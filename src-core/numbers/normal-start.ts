import { log } from './elementary';

type Ratio = { readonly above: readonly number[]; readonly below: readonly number[] };

// Coefficients of AS 241 (PPND16), from the constant upwards.
const CENTRE: Ratio = {
  above: [
    3.3871328727963665, 133.14166789178438, 1971.5909503065513, 13731.693765509461, 45921.95393154987, 67265.7709270087,
    33430.57558358813, 2509.0809287301227,
  ],
  below: [
    1, 42.31333070160091, 687.1870074920579, 5394.196021424751, 21213.794301586597, 39307.89580009271,
    28729.085735721943, 5226.495278852546,
  ],
};
const SHOULDER: Ratio = {
  above: [
    1.4234371107496835, 4.630337846156546, 5.769497221460691, 3.6478483247632045, 1.2704582524523684,
    0.2417807251774506, 0.022723844989269184, 7.745450142783414e-4,
  ],
  below: [
    1, 2.053191626637759, 1.6763848301838038, 0.6897673349851, 0.14810397642748008, 0.015198666563616457,
    5.475938084995345e-4, 1.0507500716444169e-9,
  ],
};
const TAIL: Ratio = {
  above: [
    6.657904643501103, 5.463784911164114, 1.7848265399172913, 0.29656057182850487, 0.026532189526576124,
    0.0012426609473880784, 2.7115555687434876e-5, 2.0103343992922881e-7,
  ],
  below: [
    1, 0.599832206555888, 0.1369298809227358, 0.014875361290850615, 7.868691311456133e-4, 1.8463183175100548e-5,
    1.421511758316446e-7, 2.0442631033899397e-15,
  ],
};

/**
 * The point with probability p above it, to about 1e-15: good enough near a half, a start elsewhere.
 *
 * p: strictly between 0 and 1.
 *
 * Example: normalStart(0.5) = 0.
 * Source: Wichura 1988, AS 241.
 */
export function normalStart(p: number): number {
  const fromHalf = 0.5 - p;
  if (Math.abs(fromHalf) <= 0.425) return fromHalf * ratioAt(CENTRE, 0.180625 - fromHalf * fromHalf);
  const root = Math.sqrt(-log(Math.min(p, 1 - p)));
  const size = root <= 5 ? ratioAt(SHOULDER, root - 1.6) : ratioAt(TAIL, root - 5);
  return fromHalf < 0 ? -size : size;
}

function ratioAt({ above, below }: Ratio, x: number): number {
  return polynomial(above, x) / polynomial(below, x);
}

function polynomial(coefficients: readonly number[], x: number): number {
  return coefficients.reduceRight((value, coefficient) => value * x + coefficient, 0);
}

== == ==

WORK ITEM: Would you transcribe the listing word for word?

FINISHED TASK:
filename src-core/numbers/normal-start.ts
import { log } from './elementary';

type Ratio = { readonly above: readonly number[]; readonly below: readonly number[] };

// Coefficients of AS 241 (PPND16), from the constant upwards.
const CENTRE: Ratio = {
  above: [
    3.3871328727963665, 133.14166789178438, 1971.5909503065513, 13731.693765509461, 45921.95393154987, 67265.7709270087,
    33430.57558358813, 2509.0809287301227,
  ],
  below: [
    1, 42.31333070160091, 687.1870074920579, 5394.196021424751, 21213.794301586597, 39307.89580009271,
    28729.085735721943, 5226.495278852546,
  ],
};
const SHOULDER: Ratio = {
  above: [
    1.4234371107496835, 4.630337846156546, 5.769497221460691, 3.6478483247632045, 1.2704582524523684,
    0.2417807251774506, 0.022723844989269184, 7.745450142783414e-4,
  ],
  below: [
    1, 2.053191626637759, 1.6763848301838038, 0.6897673349851, 0.14810397642748008, 0.015198666563616457,
    5.475938084995345e-4, 1.0507500716444169e-9,
  ],
};
const TAIL: Ratio = {
  above: [
    6.657904643501103, 5.463784911164114, 1.7848265399172913, 0.29656057182850487, 0.026532189526576124,
    0.0012426609473880784, 2.7115555687434876e-5, 2.0103343992922881e-7,
  ],
  below: [
    1, 0.599832206555888, 0.1369298809227358, 0.014875361290850615, 7.868691311456133e-4, 1.8463183175100548e-5,
    1.421511758316446e-7, 2.0442631033899397e-15,
  ],
};

/**
 * The point with probability p above it, to about 1e-15: good enough near a half, a start elsewhere.
 *
 * p: strictly between 0 and 1.
 *
 * Example: normalStart(0.5) = 0.
 * Source: Wichura 1988, AS 241.
 */
export function normalStart(p: number): number {
  const fromHalf = 0.5 - p;
  if (Math.abs(fromHalf) <= 0.425) return fromHalf * ratioAt(CENTRE, 0.180625 - fromHalf * fromHalf);
  const root = Math.sqrt(-log(Math.min(p, 1 - p)));
  const size = root <= 5 ? ratioAt(SHOULDER, root - 1.6) : ratioAt(TAIL, root - 5);
  return fromHalf < 0 ? -size : size;
}

function ratioAt({ above, below }: Ratio, x: number): number {
  return polynomial(above, x) / polynomial(below, x);
}

function polynomial(coefficients: readonly number[], x: number): number {
  return coefficients.reduceRight((value, coefficient) => value * x + coefficient, 0);
}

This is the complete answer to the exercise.